Единственное, что согревало ей душу, был действительно донельзя дружелюбный Байкал. Он забежал на кухню, положил голову Соне на колени и, виляя хвостом, периодически повизгивал: «Извините! Мне так неловко за первоначальные обстоятельства нашего знакомства. Позвольте мне исправить первое впечатление. Я и сам не знаю, что на меня нашло». А Марк поведал обещанную леденящую душу историю о том, как милая беззлобная овчарка стала воинствующим расистом. Байкал лежал у ног, влюблённо поглядывая на Соню и, разумеется, понимая, что речь идёт именно о нём.
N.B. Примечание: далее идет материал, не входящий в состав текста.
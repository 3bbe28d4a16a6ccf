// Shapes planned transfers for the API with lot, product and site names.
import { Op } from 'sequelize';
import { Lot, PlannedTransfer, Presentation, Product, Site } from '../../database/models/index.js';
import type { PlannedTransferView } from '../../shared/demand/demand-schemas.js';

export async function loadTransferViews(where: { siteId?: number; id?: number }): Promise<PlannedTransferView[]> {
  const transfers = await PlannedTransfer.findAll({
    where: where.id !== undefined ? { id: where.id } : { status: 'planned', [Op.or]: [{ fromSiteId: where.siteId }, { toSiteId: where.siteId }] },
    order: [['plannedOn', 'ASC'], ['id', 'ASC']],
  });
  const lots = new Map(
    (await Lot.findAll({ where: { id: transfers.map((t) => t.lotId) }, include: [{ model: Presentation, as: 'presentation', include: [{ model: Product, as: 'product' }] }] })).map((l) => [l.id, l]),
  );
  const sites = new Map((await Site.findAll({ where: { id: transfers.flatMap((t) => [t.fromSiteId, t.toSiteId]) } })).map((s) => [s.id, s]));
  return transfers.map((t) => {
    const lot = lots.get(t.lotId)!;
    return {
      id: t.id,
      lotId: t.lotId,
      lotNumber: lot.lotNumber,
      productId: lot.presentation!.productId,
      productName: lot.presentation!.product!.name,
      fromSiteId: t.fromSiteId,
      fromSiteName: sites.get(t.fromSiteId)?.name ?? '',
      toSiteId: t.toSiteId,
      toSiteName: sites.get(t.toSiteId)?.name ?? '',
      vials: t.vials,
      plannedOn: t.plannedOn,
      status: t.status,
      notes: t.notes,
    };
  });
}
Пёс с самого раннего щенячьего детства был до невозможности добрым. Его тискали все дети во дворе питерской новостройки на Гражданском проспекте. Дрессура, имеющая целью сделать Байкала правильной служебной собакой, привела лишь к тому, что простейшая команда «Голос!» вызывала у него непроизвольное мочеиспускание. Возможно, в своей собачьей душе Байкал был поэтом или философом – он мог подолгу сидеть на балконе, разглядывая закаты и рассветы, романтически повизгивая себе под нос. Любил смотреть передачу «Спокойной ночи, малыши!» и слушать ранних Битлов, нюхать ромашки и ландыши, даже пресловутой «ма» постоянно улыбаясь во всю пасть. Он начинал скулить и плакать, если на него повышали голос, и спал на коврике в обнимку с плюшевым медведем. Он любил и был любим, не расставаясь со своими людьми ни на минуту. Пока… Нет, сперва его любимые хозяева просто исчезли. И он не видел их почти год. Он жил у других людей, которые тоже его любили. Но это были не его люди. Это были друзья его людей. А его люди просто исчезли! Байкал впал в депрессию. Хотя те прекрасные люди, у которых он жил, иногда звали его к телефону и зачем-то давали команду «Голос!», поднося к его пасти телефонную трубку. Но Байкал не бодро лаял, как лает любая порядочная собака в ответ на подобную команду, а лишь обессиленно, обречённо скулил. В ответ из телефонной трубки доносились звуки, отдалённо похожие на звуки голоса его хозяина. Но это были звуки человеческого плача, а Байкал не помнил, чтобы его хозяин хоть когда-нибудь плакал по-человечески. Потому Байкал уходил на свой коврик плакать по-собачьи. Он отощал, свалялся, и жизнь ему стала не мила. Это очень беспокоило друзей его людей и телефонную трубку. Но всё-таки вокруг постоянно были люди. Белые люди… Пока однажды Байкала не посадили в специальную клетку и не погрузили в багажный отсек самолёта в аэропорту Санкт-Петербурга. Минуя все ужасы этапных пересадок вдали от своей семьи и от друзей своей семьи, в следующий раз он увидел так любимый им солнечный свет в аэропорту Логан города Бостона через двое суток. Одному богу известно, чего натерпелся бедный пёс, ведь у животных совсем иное, нечеловеческое восприятие. Для них текущий миг – это всё мироздание, весь аспект существования. Невозможно передать то, что ощущал тогда Байкал, но, гладя его сейчас, Соня могла это почувствовать.